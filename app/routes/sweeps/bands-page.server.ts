import type { ProjectAccess } from "~/auth/require.server";
import type { DesignBand } from "~/db/projects.server";
import { lengthUnitOf } from "~/routes/antenna/sizes";
import { bandsOfSweep, type targetGround, targetsOn } from "~/services/bands.server";
import type { ShownDip } from "~/services/shown-dips.server";
import type { SweepAt } from "~/services/shown-sweep.server";

/** The bands section: from all the sweep's points at the plane in view, for the dips that are shown. */
export function drawBands(
  { project, person, may }: ProjectAccess,
  { at, designBands, ground, dips, limit }: ShownBands,
) {
  const unit = lengthUnitOf(person);
  const targets = targetsOn(ground, dips, designBands, unit);
  return {
    project: project.publicId,
    unit,
    region: project.ituRegion,
    limit,
    hasDesignBands: designBands.length > 0,
    mayEditAntenna: may("antenna.edit"),
    bands: at ? bandsOfSweep(at.sweep, dips, project.ituRegion, designBands, limit) : [],
    targets: targets.map(({ dip, band, part, trim, without, targetHz, offsetHz, share, inside }, i) => ({
      id: dip.publicId ?? `tried-${i}`,
      publicId: dip.publicId,
      frequencyHz: dip.frequencyHz,
      frequencyUncertaintyHz: dip.frequencyUncertaintyHz,
      band: band.name,
      targetHz,
      offsetHz,
      share,
      inside,
      part,
      trim,
      without,
    })),
  };
}

interface ShownBands {
  at: SweepAt | null;
  designBands: DesignBand[];
  ground: Awaited<ReturnType<typeof targetGround>>;
  dips: ShownDip[];
  limit: number;
}

export type BandsData = ReturnType<typeof drawBands>;
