import { requireProject } from "~/auth/require.server";
import { notFound } from "~/errors";
import { toTouchstone } from "~/services/exports.server";
import type { Route } from "./+types/touchstone";
import { download } from "./download.server";
import { requirePoints } from "./require-sweep.server";

export async function loader(args: Route.LoaderArgs) {
  const access = await requireProject(args, "project.read");
  const { found, points } = await requirePoints(access, args.params.sweep);
  if (!points.gammaRe) throw notFound("phase in this sweep, so no Touchstone file");
  return download(
    toTouchstone(points, found.sweep.title),
    `${found.sweep.title}.s1p`,
    "text/plain; charset=utf-8",
  );
}
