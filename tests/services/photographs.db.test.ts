import { eq } from "drizzle-orm";
import sharp from "sharp";
import { beforeEach, describe, expect, it } from "vitest";
import { db } from "~/db/client.server";
import { newPublicId } from "~/db/ids.server";
import * as people from "~/db/people.server";
import * as photographRows from "~/db/photographs.server";
import { events, jobs } from "~/db/schema";
import { runDueJobs } from "~/services/jobs.server";
import {
  addPhotograph,
  deletePhotograph,
  listPhotographs,
  readPhotograph,
} from "~/services/photographs.server";
import { createProject } from "~/services/projects.server";
import { getObject } from "~/services/storage.server";

let by: { id: number };
let project: { id: number; publicId: string };

beforeEach(async () => {
  by = { id: await people.insert({ userName: `ada-${newPublicId()}`, name: "Ada", email: null }) };
  project = await createProject(
    { title: "Reeds", summary: "", visibility: "private", ituRegion: null },
    by.id,
  );
});

describe("photographs", () => {
  const picture = () =>
    sharp({ create: { width: 800, height: 400, channels: 3, background: "#7f8a5a" } })
      .withExif({ IFD0: { Make: "Invented" }, IFD3: { GPSLatitude: "52/1 0/1 0/1", GPSLatitudeRef: "N" } })
      .withMetadata({ orientation: 6 })
      .jpeg()
      .toBuffer();

  it("are shown upright, small and without what they say of place and camera", async () => {
    const bytes = new Uint8Array(await picture());
    const of = { projectId: project.id };
    const added = await addPhotograph({
      of,
      project,
      by,
      file: { name: "mast.jpg", bytes },
      caption: " The  mast ",
    });
    expect(added.kind).toBe("added");
    expect(await listPhotographs(of)).toEqual([
      { publicId: expect.any(String), caption: "The mast", name: "mast.jpg", width: 400, height: 800 },
    ]);
    const [row] = await photographRows.findAllOf(of);
    expect(await readPhotograph(row, "original")).toEqual(bytes);
    const shown = await sharp(await readPhotograph(row, "shown")).metadata();
    expect(shown).toMatchObject({ width: 400, height: 800, format: "jpeg" });
    expect(shown.exif).toBeUndefined();
    expect(shown.orientation).toBeUndefined();
    expect(await sharp(await readPhotograph(row, "small")).metadata()).toMatchObject({
      width: 320,
      height: 640,
    });
  });

  it("go with their objects, and stay when a late removal looks for them", async () => {
    const bytes = new Uint8Array(await picture());
    const of = { projectId: project.id };
    await addPhotograph({ of, project, by, file: { name: "a.jpg", bytes }, caption: "" });
    const [row] = await photographRows.findAllOf(of);
    const payloads = [row.storageKey, row.shownKey, row.smallKey].map((key) => ({ key }));
    await db.insert(jobs).values(
      payloads.map((payload) => ({
        kind: "delete-object",
        payload,
        runAt: new Date(),
        createdAt: new Date(),
      })),
    );
    await runDueJobs();
    expect((await getObject(row.smallKey)).length).toBeGreaterThan(0);
    await deletePhotograph(row, by);
    const told = await db.select().from(events).where(eq(events.projectId, project.id));
    expect(told.map(({ kind, about }) => [kind, about.title]).slice(-2)).toEqual([
      ["photograph.added", "the antenna"],
      ["photograph.deleted", "the antenna"],
    ]);
    await runDueJobs();
    await expect(getObject(row.smallKey)).rejects.toThrow();
    expect(await listPhotographs(of)).toEqual([]);
  });

  it("refuses what is no picture, in words", async () => {
    const file = { name: "a.txt", bytes: new TextEncoder().encode("no picture") };
    const added = await addPhotograph({ of: { projectId: project.id }, project, by, file, caption: "" });
    expect(added).toEqual({ kind: "refused", message: expect.stringContaining("JPEG, PNG, WebP or AVIF") });
  });
});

# WHAT YOU ARE ASKED TO DO
Copy each line above containing the string "targetHz".

# COMPLETED TASK
    targets: targets.map(({ dip, band, part, trim, without, targetHz, offsetHz, share, inside }, i) => ({
      targetHz,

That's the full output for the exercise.